(Your objective)
Lines in the listing below that include the word "section" need to be copied.

(Record excerpts)

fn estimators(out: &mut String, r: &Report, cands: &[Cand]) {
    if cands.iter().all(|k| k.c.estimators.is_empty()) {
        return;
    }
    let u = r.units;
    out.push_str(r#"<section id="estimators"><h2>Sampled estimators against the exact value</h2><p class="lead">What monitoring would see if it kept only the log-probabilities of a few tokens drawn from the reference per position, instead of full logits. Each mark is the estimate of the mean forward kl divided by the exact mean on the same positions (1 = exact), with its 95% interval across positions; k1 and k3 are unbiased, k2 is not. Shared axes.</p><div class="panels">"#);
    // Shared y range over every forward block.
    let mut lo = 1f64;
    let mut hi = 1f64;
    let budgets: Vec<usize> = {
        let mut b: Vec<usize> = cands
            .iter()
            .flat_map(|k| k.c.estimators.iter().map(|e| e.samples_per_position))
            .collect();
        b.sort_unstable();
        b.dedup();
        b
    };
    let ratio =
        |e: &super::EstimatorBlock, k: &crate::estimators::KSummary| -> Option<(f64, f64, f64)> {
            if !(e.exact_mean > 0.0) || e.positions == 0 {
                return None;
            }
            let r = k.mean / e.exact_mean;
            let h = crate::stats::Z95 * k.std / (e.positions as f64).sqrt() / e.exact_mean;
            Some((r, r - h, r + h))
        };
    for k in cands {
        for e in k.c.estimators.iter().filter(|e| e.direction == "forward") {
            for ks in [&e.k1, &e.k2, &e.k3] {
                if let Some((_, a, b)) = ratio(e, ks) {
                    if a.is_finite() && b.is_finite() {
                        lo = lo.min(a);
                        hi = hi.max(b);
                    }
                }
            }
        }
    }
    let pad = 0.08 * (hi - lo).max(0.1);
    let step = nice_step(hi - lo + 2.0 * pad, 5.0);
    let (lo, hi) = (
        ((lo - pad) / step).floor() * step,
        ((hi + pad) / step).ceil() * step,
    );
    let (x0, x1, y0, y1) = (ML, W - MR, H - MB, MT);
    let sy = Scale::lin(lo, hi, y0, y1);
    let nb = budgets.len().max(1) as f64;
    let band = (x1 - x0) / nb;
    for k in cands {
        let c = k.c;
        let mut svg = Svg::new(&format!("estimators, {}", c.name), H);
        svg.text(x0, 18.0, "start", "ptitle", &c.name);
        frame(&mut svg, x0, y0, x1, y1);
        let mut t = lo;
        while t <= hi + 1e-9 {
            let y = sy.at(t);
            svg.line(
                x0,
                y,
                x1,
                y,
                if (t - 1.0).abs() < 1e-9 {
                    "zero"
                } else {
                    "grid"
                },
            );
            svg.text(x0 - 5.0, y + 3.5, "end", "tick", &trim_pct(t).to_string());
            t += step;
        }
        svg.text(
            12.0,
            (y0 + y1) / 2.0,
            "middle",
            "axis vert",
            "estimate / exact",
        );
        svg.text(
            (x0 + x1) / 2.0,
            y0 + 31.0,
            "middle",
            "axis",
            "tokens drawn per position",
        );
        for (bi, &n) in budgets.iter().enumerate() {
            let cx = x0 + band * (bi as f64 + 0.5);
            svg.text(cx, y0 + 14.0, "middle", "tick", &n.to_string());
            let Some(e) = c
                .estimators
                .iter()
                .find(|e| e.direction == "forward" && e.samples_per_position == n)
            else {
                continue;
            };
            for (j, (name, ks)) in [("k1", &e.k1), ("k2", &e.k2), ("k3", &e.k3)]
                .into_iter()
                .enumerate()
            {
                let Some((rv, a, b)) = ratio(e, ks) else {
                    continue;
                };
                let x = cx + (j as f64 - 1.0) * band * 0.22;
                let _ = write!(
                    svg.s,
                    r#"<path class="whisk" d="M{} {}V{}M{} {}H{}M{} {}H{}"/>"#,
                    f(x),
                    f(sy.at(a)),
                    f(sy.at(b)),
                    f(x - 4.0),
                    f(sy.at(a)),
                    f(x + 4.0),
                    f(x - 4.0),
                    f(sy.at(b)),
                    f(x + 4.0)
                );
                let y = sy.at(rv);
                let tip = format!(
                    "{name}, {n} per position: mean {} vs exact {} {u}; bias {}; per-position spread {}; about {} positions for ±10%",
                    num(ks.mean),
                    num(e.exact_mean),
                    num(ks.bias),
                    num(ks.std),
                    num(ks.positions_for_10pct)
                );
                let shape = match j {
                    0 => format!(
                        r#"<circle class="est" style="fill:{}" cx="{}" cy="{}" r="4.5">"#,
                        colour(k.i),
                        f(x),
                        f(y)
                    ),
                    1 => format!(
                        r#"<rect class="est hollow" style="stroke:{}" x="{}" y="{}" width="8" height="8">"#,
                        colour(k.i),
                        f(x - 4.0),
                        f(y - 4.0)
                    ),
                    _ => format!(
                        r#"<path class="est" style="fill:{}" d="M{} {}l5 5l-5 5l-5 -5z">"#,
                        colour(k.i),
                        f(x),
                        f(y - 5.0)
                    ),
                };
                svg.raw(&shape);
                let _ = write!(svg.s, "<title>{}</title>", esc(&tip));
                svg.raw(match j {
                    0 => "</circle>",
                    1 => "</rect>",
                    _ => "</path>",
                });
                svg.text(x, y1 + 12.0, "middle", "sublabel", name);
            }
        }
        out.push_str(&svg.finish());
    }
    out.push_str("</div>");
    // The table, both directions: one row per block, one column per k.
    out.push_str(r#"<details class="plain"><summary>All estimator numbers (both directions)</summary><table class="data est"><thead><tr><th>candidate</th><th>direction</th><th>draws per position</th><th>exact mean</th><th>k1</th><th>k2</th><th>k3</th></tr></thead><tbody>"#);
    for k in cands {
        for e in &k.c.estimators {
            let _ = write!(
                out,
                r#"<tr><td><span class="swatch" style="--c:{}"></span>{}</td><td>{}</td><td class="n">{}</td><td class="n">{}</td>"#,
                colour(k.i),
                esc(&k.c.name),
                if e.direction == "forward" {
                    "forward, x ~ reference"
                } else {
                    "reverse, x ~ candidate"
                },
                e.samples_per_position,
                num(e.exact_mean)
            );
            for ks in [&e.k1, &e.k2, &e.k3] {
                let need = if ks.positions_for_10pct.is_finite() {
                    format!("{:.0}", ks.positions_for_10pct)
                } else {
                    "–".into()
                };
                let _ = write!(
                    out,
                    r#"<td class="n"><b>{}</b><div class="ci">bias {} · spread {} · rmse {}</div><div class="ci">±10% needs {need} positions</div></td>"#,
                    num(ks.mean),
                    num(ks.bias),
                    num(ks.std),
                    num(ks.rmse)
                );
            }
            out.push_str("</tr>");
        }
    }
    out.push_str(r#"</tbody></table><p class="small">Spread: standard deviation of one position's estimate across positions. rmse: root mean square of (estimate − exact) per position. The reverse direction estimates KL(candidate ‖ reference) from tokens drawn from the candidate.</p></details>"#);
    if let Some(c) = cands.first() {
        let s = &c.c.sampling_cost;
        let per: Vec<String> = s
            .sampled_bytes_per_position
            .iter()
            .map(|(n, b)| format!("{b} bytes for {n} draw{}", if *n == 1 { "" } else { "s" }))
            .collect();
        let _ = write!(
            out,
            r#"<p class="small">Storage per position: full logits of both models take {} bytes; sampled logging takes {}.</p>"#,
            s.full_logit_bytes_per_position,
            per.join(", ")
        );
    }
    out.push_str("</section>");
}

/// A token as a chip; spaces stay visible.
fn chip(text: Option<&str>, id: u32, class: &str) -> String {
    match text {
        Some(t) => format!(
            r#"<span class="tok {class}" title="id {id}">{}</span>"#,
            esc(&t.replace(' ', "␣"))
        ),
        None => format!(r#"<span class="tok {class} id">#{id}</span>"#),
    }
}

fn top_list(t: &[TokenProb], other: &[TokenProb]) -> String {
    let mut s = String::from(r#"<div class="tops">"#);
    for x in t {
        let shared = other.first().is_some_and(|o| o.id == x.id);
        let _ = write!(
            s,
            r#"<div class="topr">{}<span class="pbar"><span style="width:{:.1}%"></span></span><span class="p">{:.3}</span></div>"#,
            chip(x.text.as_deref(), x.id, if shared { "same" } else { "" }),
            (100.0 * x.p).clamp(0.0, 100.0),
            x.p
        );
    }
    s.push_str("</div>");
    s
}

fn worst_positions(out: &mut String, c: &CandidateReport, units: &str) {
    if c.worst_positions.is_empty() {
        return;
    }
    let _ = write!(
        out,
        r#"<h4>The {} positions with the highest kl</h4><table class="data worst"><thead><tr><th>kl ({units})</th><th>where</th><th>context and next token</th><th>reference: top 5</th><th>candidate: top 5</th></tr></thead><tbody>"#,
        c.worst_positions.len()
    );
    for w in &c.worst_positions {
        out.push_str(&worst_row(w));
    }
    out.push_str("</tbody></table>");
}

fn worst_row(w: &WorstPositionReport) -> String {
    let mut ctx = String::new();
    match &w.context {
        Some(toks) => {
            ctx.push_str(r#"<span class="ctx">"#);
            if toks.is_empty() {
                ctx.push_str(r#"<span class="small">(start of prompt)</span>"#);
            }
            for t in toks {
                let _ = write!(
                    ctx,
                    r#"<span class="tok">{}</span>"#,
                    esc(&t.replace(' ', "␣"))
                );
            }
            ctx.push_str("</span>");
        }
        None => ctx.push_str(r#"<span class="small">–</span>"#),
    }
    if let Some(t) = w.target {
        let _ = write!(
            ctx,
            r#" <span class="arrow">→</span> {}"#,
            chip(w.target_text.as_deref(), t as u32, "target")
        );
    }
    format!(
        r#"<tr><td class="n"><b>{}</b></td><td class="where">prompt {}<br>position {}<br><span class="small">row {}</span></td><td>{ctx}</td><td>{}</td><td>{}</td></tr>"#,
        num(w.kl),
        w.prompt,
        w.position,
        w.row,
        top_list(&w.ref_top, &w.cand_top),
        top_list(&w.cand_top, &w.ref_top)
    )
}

(The answer)
    out.push_str(r#"<section id="estimators"><h2>Sampled estimators against the exact value</h2><p class="lead">What monitoring would see if it kept only the log-probabilities of a few tokens drawn from the reference per position, instead of full logits. Each mark is the estimate of the mean forward kl divided by the exact mean on the same positions (1 = exact), with its 95% interval across positions; k1 and k3 are unbiased, k2 is not. Shared axes.</p><div class="panels">"#);
    out.push_str("</section>");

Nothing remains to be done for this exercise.